Perhaps there has been an exploitative move by market vendors to jack up prices of their wares. A lot of the price hikes we have seen so far have been artificial. Nevertheless, there has been a real surge in costs incurred by businesses which have to use imported inputs in their production of goods; and in any case, Nigeria depends heavily on imported products and materials, whether they be raw, finished, or anywhere in-between.
The problem Nigeria faces with its foreign exchange is closely connected to the collapse of oil prices on the international commodities market. Nigeria’s economy has oil as its lifeblood, its heart, and its fundamental pillar. And because a huge (I’d say startling) amount of its foreign exchange is gained from its sale of crude oil, its currency’s exchange rate is heavily influenced by the oil price swings. If there is a substantial rise in oil price, forex earnings are bolstered, and the value of the naira with respect to the dollar and other major currencies rises; if there is a sustained fall in oil price, forex earnings dwindle. If this continues to be the case, and there is (as always) a great demand for foreign currencies, reserves will eventually be depleted. The result is a fall in the value of the local currency (the naira), as more of it chases other increasingly scarce foreign currencies (the dollar, pound, euro etc.). And it is this second, unpleasant situation that the Nigerian economy has found itself in.
Businesses have found that they have to increase the price of their goods as they try to factor in the added production cost brought about by imported inputs; other, imported finished products, also bear price tags that make the local eyes water. In addition, there is the multiplier effect: as an interconnected economy, price rises as commodities tend to have a ripple effect that touches a variety of seemingly unrelated sectors.
This is a crisis. We have seen factories close down; students studying abroad having to abruptly suspend or terminate their programs; banks being unable to meet forex obligations to their customers; and yes, the tortuous expense of patronizing sellers of high-priced goods (whether the prices are fair or merely exploitative).
The government sees this as a grave problem- and rightly so. The naira has taken an absolute battering on the markets; as the oil price crashed, the CBN had intervened in November 2014 by devaluing the currency against the dollar by 8%, from ₦155 to ₦168. As at the 24th of March 2016, the official exchange rate stood at ₦199 to $1. And that’s the official exchange rate.

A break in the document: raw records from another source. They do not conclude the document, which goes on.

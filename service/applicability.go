package service

import (
	"fmt"
	"slices"
	"strings"

	"limitary/internal/chart"
	"limitary/internal/definition"
	"limitary/internal/limits"
	"limitary/internal/rules"
)

// Codes of cautions: what a proposal may only do with its author's eyes open. They stay in the version as findings.
const (
	cautionRuleNotForDispersion = "RULE_NOT_FOR_DISPERSION"
	cautionNeighboursShare      = "MOVING_RANGES_SHARE_VALUES"
	cautionSetupPattern         = "SETUP_PATTERN_IN_MONITORING"
	cautionCentreAway           = "CENTRE_AWAY_FROM_MEAN"
	cautionRuleNotForCounts     = "RULE_NOT_FOR_COUNTS"
	cautionRuleNotForDuplicates = "RULE_NOT_FOR_DUPLICATES"
	cautionInflationBelowOne    = limits.CodeInflationBelowOne
)

var cautionCodes = []string{cautionRuleNotForDispersion, cautionNeighboursShare, cautionSetupPattern, cautionCentreAway,
	cautionRuleNotForCounts, cautionRuleNotForDuplicates, cautionInflationBelowOne}

// cautions lists what in the choice of rules goes against the custom of the trade, for a chart with the given limits.
func cautions(kind chart.Kind, location, dispersion []rules.Spec, found []limits.Finding) []definition.Finding {
	var out []definition.Finding
	add := func(code string, specs []rules.Spec, against func(rules.Spec) bool, text, advice, miss string) {
		if ids := matching(specs, against); len(ids) > 0 {
			out = append(out, definition.Finding{Code: code, Figure: float64(len(ids)), Text: fmt.Sprintf(text, strings.Join(ids, ", ")), Advice: advice, CouldMiss: miss})
		}
	}
	add(cautionRuleNotForDispersion, dispersion, func(s rules.Spec) bool { return !kind.Duplicates() && !s.SuitsDispersion() },
		"Rules %s watch a dispersion trace, whose statistics are skewed; their false alarms are not those of a location trace.",
		"Keep to one point beyond a line, runs on one side, trends and alternations there.", "A skewed statistic can also hide a fall of the scatter.")
	if kind == chart.Individuals {
		add(cautionNeighboursShare, dispersion, rules.Spec.IsRunPattern,
			"Rules %s look for patterns among moving ranges, and neighbouring moving ranges share a value.",
			"Expect more of these patterns than their nominal rate; look at the values first.", "The nominal rate of the rules says nothing here.")
	}
	if kind.Counts() {
		add(cautionRuleNotForCounts, location, func(s rules.Spec) bool { return !isOneBeyond(s) },
			"Rules %s watch counts, whose steps and skewness give patterns another rate than the nominal one.",
			"Keep to one point beyond a line on charts of counts.", "A slow rise of the mean; collect more in each sample to see it.")
	}
	if kind.Duplicates() {
		add(cautionRuleNotForDuplicates, dispersion, func(s rules.Spec) bool { return !isOneBeyond(s) },
			"Rules %s look for patterns among ranges of duplicates, which come from different samples in no order that means anything.",
			"Keep to one point above a line on charts of duplicates.", "A slow loss of repeatability; the change test on new results shows it.")
	}
	for _, f := range found {
		if f.Code == limits.CodeInflationBelowOne {
			out = append(out, definition.Finding{Code: f.Code, Figure: f.Figure, Threshold: f.Threshold, Text: f.Text, Advice: f.Advice, CouldMiss: f.CouldMiss})
		}
	}
	all := slices.Concat(location, dispersion)
	add(cautionSetupPattern, all, isSetup,
		"Rules %s are for setting a chart up; kept in monitoring they mostly add false alarms.",
		"Use them on the data the limits come from, and drop them for monitoring.", "Mixed streams that appear later are left to the other rules.")
	if slices.ContainsFunc(found, func(f limits.Finding) bool { return f.Code == limits.CodeTargetCentreDiffers }) {
		add(cautionCentreAway, location, func(s rules.Spec) bool {
			return s.Kind == rules.SameSide || s.Kind == rules.EWMA || s.Kind == rules.CUSUM
		}, "Rules %s will signal again and again: the given centre lies away from the mean of the data.",
			"Settle the bias, take the centre from the data, or leave these rules out.", "A bias smaller than the data can show.")
	}
	return out
}

func matching(specs []rules.Spec, against func(rules.Spec) bool) []string {
	var ids []string
	for _, s := range specs {
		if against(s) {
			ids = append(ids, s.ID)
		}
	}
	return ids
}

func isOneBeyond(s rules.Spec) bool {
	return s.Kind == rules.BeyondLine || s.Kind == rules.Beyond && s.K == 1 && s.M == 1
}

func isSetup(s rules.Spec) bool {
	return s.Kind == rules.Alternating || s.Kind == rules.Within || s.Kind == rules.Outside
}

// accept refuses a proposal whose cautions are not all accepted by their codes. Accepting one that does not arise is
// harmless, naming one that does not exist is an error.
func accept(found []definition.Finding, accepted []string) error {
	for i, code := range accepted {
		if !slices.Contains(cautionCodes, code) {
			return definition.Invalid(fmt.Sprintf("accepted_cautions[%d]", i), "%q: want one of %s", clip(code), strings.Join(cautionCodes, ", "))
		}
	}
	var codes, texts []string
	for _, f := range found {
		if !slices.Contains(accepted, f.Code) {
			codes, texts = append(codes, f.Code), append(texts, f.Code+": "+f.Text+" "+f.Advice)
		}
	}
	if len(codes) == 0 {
		return nil
	}
	return &definition.Error{Reason: definition.CautionNotAccepted, Field: "accepted_cautions", Text: strings.Join(texts, " "),
		Meta: map[string]string{"cautions": strings.Join(codes, ",")}}
}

The widening of the gap between the official and parallel market rates of exchange hints at the fact that government has tried in recent times to control rates (at the black market, a dollar is currently exchanged for as high as ₦320). It has restricted withdrawals of forex in the effort to save the relatively little that exists in the vaults of the CBN. While it tries to save the naira, it has inflicted harsh wounds on the economy, as businesses now struggle to get by with limited purchasing power.
Another option for the government is to let the currency float, or find its level on the international markets. This entails the lightening of restrictions on the buying and selling of foreign currencies. The problem with this, however, is that it may lead to even more severe price hikes, possibly to proportions which may fuel political unrest or a possible uprising against the government- a condition which the Nigerian government is keen to avoid.